Let's drill down on the embedding stored in `[CLS]` by evaluating several sentences that have (potentially) similar semantic structure.

In [None]:
from torch.nn import CosineSimilarity

s1 = "Transformers are powerful and versatile models."
s2 = "Language models like transformers have diverse applications."
s3 = "Political polarization keeps us divided and blind to issues that really matter."

# Tokenize and extract embeddings
cls = []
for s in [s1, s2, s3]:
  inputs = tokenizer(s, return_tensors="pt")
  outputs = model(**inputs, output_attentions=True)
  token_embeddings = outputs.last_hidden_state.squeeze(0)  # Shape: [sequence_length, hidden_size]
  cls.append(token_embeddings[0])

# Cosine similarity of each sentence
cos_sim = CosineSimilarity(dim=-1)
for i in range(3):
  for j in range(3):
    print(i, j, cos_sim(cls[i], cls[j]))

## 2. Fine-tuning

We've got pre-trained models like BERT available to us. These models have been trained on massive corpora and have excellent general language capabilities. Fine tuning is the process of tuning a pre-trained model, which is a much more efficient approach than re-tuning a language model from scratch.

In [None]:
from transformers import AutoTokenizer, AutoModelForSequenceClassification, Trainer, TrainingArguments
from datasets import load_dataset
import torch

!pip install evaluate
import evaluate

We're going to spin up a smaller version of BERT to fine tune.

In [None]:
# Load tokenizer and model
model_name = "distilbert-base-uncased" # "bert-base-uncased"
tokenizer = AutoTokenizer.from_pretrained(model_name)
model = AutoModelForSequenceClassification.from_pretrained(model_name, num_labels=2)  # Binary classification

The [IMDb dataset](https://huggingface.co/datasets/stanfordnlp/imdb) contains 50k movie reviews formatted as input sequences for downstream sentiment analysis. For example, what (0 or 1) do you think the training label would be for this review?

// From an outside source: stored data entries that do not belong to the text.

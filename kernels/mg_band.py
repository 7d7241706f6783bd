"""Multigrid, direct solves: banded Cholesky of the coarsest level (or of a small level 0 as planes)."""

import numpy as np
from numba import prange
from relaxtui.kernels._jit import kernel
from relaxtui.kernels.mg_galerkin import stencil9


@kernel
def band_order(A, by_rows):
    """Number the unknowns of a coarse level (row-major if ``by_rows`` else column-major).

    Returns (index (R + 2, C + 2) int64, -1 off the unknowns; cells (n, 2)
    padded (row, col) per number; half bandwidth).
    """
    r2, c2 = A.shape[1], A.shape[2]
    index = -np.ones((r2, c2), dtype=np.int64)
    n = 0
    for i in range(1, r2 - 1):
        for j in range(1, c2 - 1):
            if A[0, i, j] > 0.0:
                n += 1
    cells = np.zeros((n, 2), dtype=np.int64)
    k = 0
    outer = r2 if by_rows else c2
    inner = c2 if by_rows else r2
    for a in range(1, outer - 1):
        for b in range(1, inner - 1):
            i, j = (a, b) if by_rows else (b, a)
            if A[0, i, j] > 0.0:
                index[i, j] = k
                cells[k, 0] = i
                cells[k, 1] = j
                k += 1
    bw = 0
    for k in range(n):
        i = cells[k, 0]
        j = cells[k, 1]
        for di in range(-1, 2):
            for dj in range(-1, 2):
                m = index[i + di, j + dj]
                if m >= 0:
                    bw = max(bw, abs(m - k))
    return index, cells, bw


@kernel
def band_factor(A, index, cells, bw):
    """Cholesky factor L of the coarsest operator in lower band storage: L[k, d] = L(k, k - d).

    Returns (L, ok); ok is False if a pivot was not positive (the operator is
    then not positive definite).
    """
    n = cells.shape[0]
    L = np.zeros((n, bw + 1))
    s9 = np.zeros(9)
    for k in range(n):
        i = cells[k, 0]
        j = cells[k, 1]
        stencil9(A, i, j, s9)
        for di in range(-1, 2):
            for dj in range(-1, 2):
                m = index[i + di, j + dj]
                if 0 <= m <= k:
                    L[k, k - m] = s9[3 * (di + 1) + dj + 1]
    ok = True
    for k in range(n):
        # L(k, m) for m = k - bw .. k
        for d in range(bw, -1, -1):
            m = k - d
            if m < 0:
                continue
            s = L[k, d]
            lo = max(0, k - bw, m - bw)
            for t in range(lo, m):
                s -= L[k, k - t] * L[m, m - t]
            if d == 0:
                if not s > 0.0:
                    ok = False
                    s = 1.0
                L[k, 0] = np.sqrt(s)
            else:
                L[k, d] = s / L[m, 0]
    return L, ok


@kernel
def band_solve(L, cells, bw, f, e):
    """e = A^{-1} f on the coarsest level (f, e padded grids; e is overwritten on the unknowns)."""
    n = cells.shape[0]
    x = np.empty(n)
    for k in range(n):
        s = f[cells[k, 0], cells[k, 1]]
        for t in range(max(0, k - bw), k):
            s -= L[k, k - t] * x[t]
        x[k] = s / L[k, 0]
    for k in range(n - 1, -1, -1):
        s = x[k]
        for t in range(k + 1, min(n, k + bw + 1)):
            s -= L[t, t - k] * x[t]
        x[k] = s / L[k, 0]
    for k in range(n):
        e[cells[k, 0], cells[k, 1]] = x[k]


@kernel(parallel=True)
def planes0(cls, table, diag, A, b):
    """Level 0 as the 5-plane symmetric storage of coarse levels: A (5, rows + 2, cols + 2) and the
    unnormalised right-hand side b (rows + 2, cols + 2); both zero on entry (a small problem's direct solve)."""
    n = cls.shape[0] - 2
    m = cls.shape[1] - 2
    for i in prange(1, n + 1):
        for j in range(1, m + 1):
            c = cls[i, j]
            if c == 0:
                continue
            d = diag[c]
            A[0, i, j] = d
            A[1, i, j] = -table[c, 3] * d
            A[2, i, j] = -table[c, 1] * d
            b[i, j] = table[c, 4] * d
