@kernel(parallel=True)
def prolong0(u, cls, table, ptab, pflag, ec, nblk):
    """u += P e_c on the unknowns of level 0 (u padded, ec the level-1 padded correction).

    Per coarse row the block weights are computed once (planar), then the
    four kinds of fine cells are updated by strided, vectorisable loops.
    """
    rc = ec.shape[0] - 2
    cc = ec.shape[1] - 2
    rows = u.shape[0] - 2
    cols = u.shape[1] - 2
    nc = (cols + 1) // 2  # fine columns 2J (C and column cells)
    nr = cols // 2  # fine columns 2J + 1 (row and centre cells)
    for b in prange(nblk):
        wb = np.zeros(8)
        w = np.zeros((8, cc + 2))
        for I in range(b * rc // nblk, (b + 1) * rc // nblk):
            for J in range(cc):
                _block0(cls, table, ptab, pflag, I, J, wb)
                for k in range(8):
                    w[k, J] = wb[k]
            i0 = 2 * I + 1
            e0 = ec[I + 1, 1:]  # coarse (I, J) at [J]
            e1 = ec[I + 2, 1:]  # coarse (I + 1, J) at [J]
            _add_c(u[i0, 1 : 2 * nc : 2], cls[i0, 1 : 2 * nc : 2], e0, w[0])
            _add2(u[i0, 2 : 2 * nr + 1 : 2], cls[i0, 2 : 2 * nr + 1 : 2], w[0], w[1], e0, e0[1:])
            if 2 * I + 1 < rows:
                _add2(u[i0 + 1, 1 : 2 * nc : 2], cls[i0 + 1, 1 : 2 * nc : 2], w[2], w[3], e0, e1)
                _add4(u[i0 + 1, 2 : 2 * nr + 1 : 2], cls[i0 + 1, 2 : 2 * nr + 1 : 2], w[4], w[5], w[6], w[7],
                      e0, e0[1:], e1, e1[1:])


@kernel(parallel=True)
def delta_copy(u, u_old, nblk):
    """The largest |u - u_old| (NaN if any is not finite), then u_old = u; 2-D arrays of one shape."""
    n = u.shape[0]
    bu = np.zeros(nblk, dtype=np.int64)
    for b in prange(nblk):
        mu = 0
        for i in range(b * n // nblk, (b + 1) * n // nblk):
            new = u[i]
            old = u_old[i]
            for j in range(new.shape[0]):
                v = new[j]
                mu = max(mu, abs_bits(v - old[j]))
                old[j] = v
        bu[b] = mu
    return from_bits(bu.max())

*National Treasure is about as over-rated and over-hyped as they come. Nicholas Cage is in no way a believable action hero, and this film is no "Indiana Jones". People who have compared this movie to the Indian Jones classic trilogy have seriously fallen off their rocker...*

In [None]:
# Load IMDb dataset
dataset = load_dataset("imdb")

In [None]:
# Take a small fraction of the dataset (e.g., 10%)
fraction = 0.1
small_train_dataset = dataset["train"].shuffle(seed=42).select(range(int(len(dataset["train"]) * fraction)))
small_test_dataset = dataset["test"].shuffle(seed=42).select(range(int(len(dataset["test"]) * fraction)))

# Verify the size
print(f"Train size: {len(small_train_dataset)}, Test size: {len(small_test_dataset)}")

# Tokenize the smaller datasets
def preprocess_data(example):
    return tokenizer(example["text"], padding="max_length", truncation=True, max_length=128)

small_train_dataset = small_train_dataset.map(preprocess_data, batched=True)
small_test_dataset = small_test_dataset.map(preprocess_data, batched=True)

# Convert to PyTorch format
small_train_dataset = small_train_dataset.rename_column("label", "labels")
small_test_dataset = small_test_dataset.rename_column("label", "labels")

small_train_dataset.set_format(type="torch", columns=["input_ids", "attention_mask", "labels"])
small_test_dataset.set_format(type="torch", columns=["input_ids", "attention_mask", "labels"])

In [None]:
import torch

# Function to move tensors to the correct device (GPU/CPU)
def move_to_device(batch):
    device = torch.device("cuda" if torch.cuda.is_available() else "cpu")
    # Move tensor columns to the correct device
    batch = {key: value.to(device) if torch.is_tensor(value) else value for key, value in batch.items()}
    return batch

# Apply this function to your dataset using `map`
small_train_dataset = small_train_dataset.map(move_to_device, batched=True)
small_test_dataset = small_test_dataset.map(move_to_device, batched=True)

In [None]:
model = model.to("cuda" if torch.cuda.is_available() else "cpu")
print("Model device:", next(model.parameters()).device)  # This should print "cuda" if using GPU

In [None]:
from transformers import TrainingArguments

accuracy = evaluate.load("accuracy")

from sklearn.metrics import accuracy_score

def compute_metrics(p):
    predictions, labels = p
    preds = predictions.argmax(axis=-1)  # Get the class with the highest probability
    return accuracy.compute(predictions=preds, references=labels)

training_args = TrainingArguments(
    output_dir="./results",
    evaluation_strategy="epoch",
    save_strategy="epoch",
    per_device_train_batch_size=16,
    per_device_eval_batch_size=32,
    num_train_epochs=10,
    logging_steps=10,
    fp16=torch.cuda.is_available(),  # Enable mixed precision if on GPU
)

trainer = Trainer(
    model=model,
    args=training_args,
    train_dataset=small_train_dataset,
    eval_dataset=small_test_dataset,
    tokenizer=tokenizer,
    compute_metrics=compute_metrics,
)

# Train the model
trainer.train()

In [None]:
results = trainer.evaluate()
print(results)